E-brandstoffen in praktijktesten
Het Öamtc en zijn partnerorganisaties hebben biogene en synthetische brandstoffen getest op hun praktische geschiktheid.

E-brandstoffen in praktijktesten
Om de klimaatdoelen te halen moet de CO2-uitstoot door het wegvervoer flink dalen. Daarover bestaat consensus, maar over het ‘hoe’ wordt nog gediscussieerd.

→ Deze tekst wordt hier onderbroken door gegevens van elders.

//! Checking a bundle line by line, holding only the running state: where in the order the file
//! is, the chain's last link, the tree head's stack of subtree roots and the digest so far.
//! Memory stays flat whatever the bundle's size.

use super::line::{Import, Item, Line, Trailer};
use crate::ledger::Hash;
use crate::ledger::chain::seal;
use crate::ledger::merkle::TreeBuilder;
use crate::ledger::reconciliation::{RecordRun, Recorded};
use crate::ledger::seal_check::SealCheck;
use crate::ledger::signature::Statement;
use sha2::{Digest, Sha256};

/// Where a line may stand: each kind of line after the kinds before it.
#[derive(Debug, Clone, Copy, PartialEq, Eq, PartialOrd, Ord)]
enum Stage {
    Start,
    Header,
    Project,
    Sites,
    Settings,
    Feedstocks,
    Imports,
    Entries,
    Signatures,
    Reconciliations,
    Done,
}

/// The running check of one bundle.
pub struct Checker {
    stage: Stage,
    project: String,
    lines: u64,
    digest: Sha256,
    next_seq: u64,
    prev_chain: Hash,
    tree: TreeBuilder,
    last_code: Option<String>,
    next_setting: u64,
    /// The seals the header lists, checked as the entries stream by; then how many there were.
    seals: Option<SealCheck>,
    sealed: usize,
    /// The seq of the last signature line: seqs ascend (a bundle through a seal leaves out the
    /// statements over later seals, so they need not be dense).
    last_signature: Option<u64>,
    signatures: usize,
    /// The header's version (1 has no reconciliation lines), and the run of records so far.
    version: u32,
    records: RecordRun,
    /// The import whose bytes are being read: the next part due, the bytes so far, their hash.
    import: Option<(Import, i64, i64, Sha256)>,
}

impl Default for Checker {
    fn default() -> Self {
        Checker {
            stage: Stage::Start,
            project: String::new(),
            lines: 0,
            digest: Sha256::new(),
            next_seq: 0,
            prev_chain: Hash::GENESIS,
            tree: TreeBuilder::default(),
            last_code: None,
            next_setting: 0,
            import: None,
            seals: None,
            sealed: 0,
            last_signature: None,
            signatures: 0,
            version: 0,
            records: RecordRun::default(),
        }
    }
}

impl Checker {
    /// The project the header names (empty before it).
    pub fn project(&self) -> &str {
        &self.project
    }

    /// Entries read so far, and the tree head over them.
    pub fn tree(&self) -> (u64, Hash) {
        (self.tree.size(), self.tree.root())
    }

    /// Checks the next line (its bytes without the newline) and returns what it holds.
    pub fn push(&mut self, text: &str) -> Result<Item, String> {
        if self.stage == Stage::Done {
            return Err("a line after the trailer".into());
        }
        let line = Line::parse(text)?;
        let item = line.to_item(&self.project)?;
        let stage = match &item {
            Item::Header { .. } => Stage::Header,
            Item::Project(_) => Stage::Project,
            Item::Site(_) => Stage::Sites,
            Item::Setting(_) => Stage::Settings,
            Item::Feedstock(_) => Stage::Feedstocks,
            Item::Import(_) | Item::Evidence(_) => Stage::Imports,
            Item::Entry(_) => Stage::Entries,
            Item::Signature(_) => Stage::Signatures,
            Item::Reconciliation(_) => Stage::Reconciliations,
            Item::Trailer(_) => Stage::Done,
        };
        self.order(stage, &item)?;
        match &item {
            Item::Header {
                version,
                project,
                seals,
            } => {
                self.version = *version;
                self.project = project.clone();
                self.seals = Some(SealCheck::new(seals.clone()));
            }
            Item::Project(p) if p.code != self.project => {
                return Err(format!(
                    "project {} is not the header's {}",
                    p.code, self.project
                ));
            }
            Item::Site(s) => self.ascending(&s.code)?,
            Item::Feedstock(f) => self.ascending(&f.code)?,
            Item::Setting(s) => {
                if s.seq != self.next_setting {
                    return Err(format!(
                        "setting seq {} where {} was due",
                        s.seq, self.next_setting
                    ));
                }
                self.next_setting += 1;
            }
            Item::Import(i) => {
                self.close_import()?;
                self.import = Some((i.clone(), 0, 0, Sha256::new()));
            }
            Item::Evidence(p) => {
                let Some((_, next, bytes, hash)) = &mut self.import else {
                    return Err("file bytes before any import".into());
                };
                if p.part != *next {
                    return Err(format!("part {} where part {next} was due", p.part));
                }
                hash.update(&p.bytes);
                *next += 1;
                *bytes += p.bytes.len() as i64;
            }
            Item::Entry(s) => self.link(s)?,
            Item::Signature(s) => self.signature(s)?,
            Item::Reconciliation(r) => self.reconciliation(r)?,
            Item::Trailer(t) => self.close(t)?,
            Item::Project(_) => {}
        }
        if stage != Stage::Done {
            self.digest.update(text.as_bytes());
            self.digest.update(b"\n");
            self.lines += 1;
        }
        Ok(item)
    }

    /// Refuses a line out of the bundle's order.
    fn order(&mut self, stage: Stage, item: &Item) -> Result<(), String> {
        let once = matches!(stage, Stage::Header | Stage::Project | Stage::Done);
        if stage < self.stage || (once && stage == self.stage) {
            return Err(format!("{} out of order", kind_name(item)));
        }
        let expected = match self.stage {
            Stage::Start => Some(Stage::Header),
            Stage::Header => Some(Stage::Project),
            _ => None,
        };
        if expected.is_some_and(|e| e != stage) {
            return Err(format!(
                "{} where the {} line was due",
                kind_name(item),
                if self.stage == Stage::Start {
                    "header"
                } else {
                    "project"
                }
            ));
        }
        if stage != self.stage {
            self.last_code = None;
            if self.stage == Stage::Imports {
                self.close_import()?;
            }
        }
        self.stage = stage;
        Ok(())
    }

    fn ascending(&mut self, code: &str) -> Result<(), String> {
        if self.last_code.as_deref().is_some_and(|l| code <= l) {
            return Err(format!("{code} out of order (codes ascend)"));
        }
        self.last_code = Some(code.to_string());
        Ok(())
    }

    /// The parts of an import's bytes are the file it names: its size and its SHA-256.
    fn close_import(&mut self) -> Result<(), String> {
        let Some((i, _, bytes, hash)) = self.import.take() else {
            return Ok(());
        };
        if bytes != i.byte_count {
            return Err(format!(
                "import {} holds {bytes} bytes, its byte_count says {}",
                i.file_name, i.byte_count
            ));
        }
        if Hash(hash.finalize().into()) != i.file_sha256 {
            return Err(format!(
                "import {}: its bytes differ from its file_sha256",
                i.file_name
            ));
        }
        Ok(())
    }

    /// The entry follows the one before it: dense seq, chain hash recomputed.
    fn link(&mut self, s: &crate::ledger::SealedEntry) -> Result<(), String> {
        if s.entry.seq != self.next_seq {
            return Err(format!(
                "entry seq {} where {} was due",
                s.entry.seq, self.next_seq
            ));
        }
        let again = seal(s.entry.clone(), self.prev_chain);
        if again.chain != s.chain {
            return Err(format!(
                "entry seq {} does not link to the entry before it (chain_hash)",
                s.entry.seq
            ));
        }
        if let Some(c) = &mut self.seals {
            c.push(s)
                .map_err(|w| format!("entry seq {}: {w}", s.entry.seq))?;
        }
        self.prev_chain = s.chain;
        self.tree.push(s.leaf);
        self.next_seq += 1;
        Ok(())
    }

    /// A statement over one of the bundle's seals: its seq after the one before, its ed25519
    /// signature over the signed bytes, and the seal it names holding what it signed.
    fn signature(&mut self, s: &Statement) -> Result<(), String> {
        let seq = s.seq;
        if self.last_signature.is_some_and(|l| seq <= l) {
            return Err(format!("signature seq {seq} out of order (seqs ascend)"));
        }
        s.verify()
            .map_err(|e| format!("signature seq {seq}: {e}"))?;
        let g = &s.signed;
        let seals = self.seals.as_ref().map_or(&[][..], SealCheck::checked);
        let seal = seals.iter().find(|x| x.seq == g.seal_seq).ok_or_else(|| {
            format!(
                "signature seq {seq} signs seal seq {}, which is no seal of the bundle",
                g.seal_seq
            )
        })?;
        if (seal.tree_size, seal.root, seal.label.as_str())
            != (g.tree_size, g.root, g.period.as_str())
        {
            return Err(format!(
                "signature seq {seq} signed period {}, {} entries, head {}; seal seq {} holds period {}, {} entries, head {}",
                g.period,
                g.tree_size,
                g.root.head(),
                seal.seq,
                seal.label,
                seal.tree_size,
                seal.root.head()
            ));
        }
        self.last_signature = Some(seq);
        self.signatures += 1;
        Ok(())
    }

    /// A recorded reconciliation: after the one before it (seq, previous hash), and naming a
    /// chain no longer than the bundle's, whose head it is when as long.
    fn reconciliation(&mut self, r: &Recorded) -> Result<(), String> {
        if self.version < 2 {
            return Err(
                "a reconciliation line in a version 1 bundle (they begin with version 2)".into(),
            );
        }
        self.records.push(r, r.row_hash())?;
        let seq = r.seq;
        if r.chain_size > self.next_seq
            || (r.chain_size == self.next_seq && r.chain_head != self.prev_chain)
        {
            return Err(format!(
                "reconciliation seq {seq} names a chain of {} entries with head {}, which the bundle's entries do not give",
                r.chain_size,
                r.chain_head.head()
            ));
        }
        Ok(())
    }

    /// How many recorded reconciliations the bundle holds, each checked.
    pub fn reconciliations(&self) -> u64 {
        self.records.head().0
    }

    /// How many signed statements the bundle holds, each checked.
    pub fn signatures(&self) -> usize {
        self.signatures
    }

    /// How many seals the bundle holds, each checked.
    pub fn seals(&self) -> usize {
        self.sealed
    }

    fn close(&mut self, t: &Trailer) -> Result<(), String> {
        if let Some(c) = self.seals.take() {
            let checked = c
                .finish()
                .map_err(|(seq, w)| format!("seal seq {seq}: {w}"))?;
            self.sealed = checked.len();
        }
        let now = self.summary();
        let checks = [
            (t.lines == now.lines, "lines"),
            (t.entries == now.entries, "entries"),
            (t.tree_size == now.tree_size, "tree_size"),
            (t.root == now.root, "root"),
            (t.chain_head == now.chain_head, "chain_head"),
            (t.sha256 == now.sha256, "sha256"),
        ];
        if let Some((_, field)) = checks.iter().find(|(ok, _)| !ok) {
            return Err(format!(
                "trailer {field} does not match the lines before it"
            ));
        }
        Ok(())
    }

    /// The whole bundle was read: the trailer must have come.
    pub fn finish(&self) -> Result<Trailer, String> {
        if self.stage != Stage::Done {
            return Err("the bundle ends before its trailer (cut short?)".into());
        }
        Ok(self.summary())
    }

    /// The trailer line for what was pushed so far (used by export).
    pub fn trailer(&self) -> Line {
        self.summary().to_line()
    }

    fn summary(&self) -> Trailer {
        Trailer {
            lines: self.lines,
            entries: self.next_seq,
            tree_size: self.tree.size(),
            root: self.tree.root(),
            chain_head: self.prev_chain,
            sha256: Hash(self.digest.clone().finalize().into()),
        }
    }
}

fn kind_name(item: &Item) -> &'static str {
    match item {
        Item::Header { .. } => "header",
        Item::Project(_) => "project",
        Item::Site(_) => "site",
        Item::Setting(_) => "setting",
        Item::Feedstock(_) => "feedstock",
        Item::Import(_) => "import",
        Item::Evidence(_) => "evidence",
        Item::Entry(_) => "entry",
        Item::Signature(_) => "signature",
        Item::Reconciliation(_) => "reconciliation",
        Item::Trailer(_) => "trailer",
    }
}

Voor het Öamtc is het duidelijk: elektromobiliteit speelt een centrale rol, maar dit alleen zal niet voldoende zijn. “Wij pleiten daarom, naast een verscheidenheid aan begeleidende maatregelen, voor het snelle en wijdverbreide gebruik van alternatieve brandstoffen voor verbrandingsmotoren”, legt Thomas Hametner, hoofdtechnicus van Öamtc, uit. “Het voordeel: de bestaande vloot kan met minder CO2 of vrijwel CO2-neutraal worden geëxploiteerd, afhankelijk van de mate van bijmenging met de fossiele brandstof.”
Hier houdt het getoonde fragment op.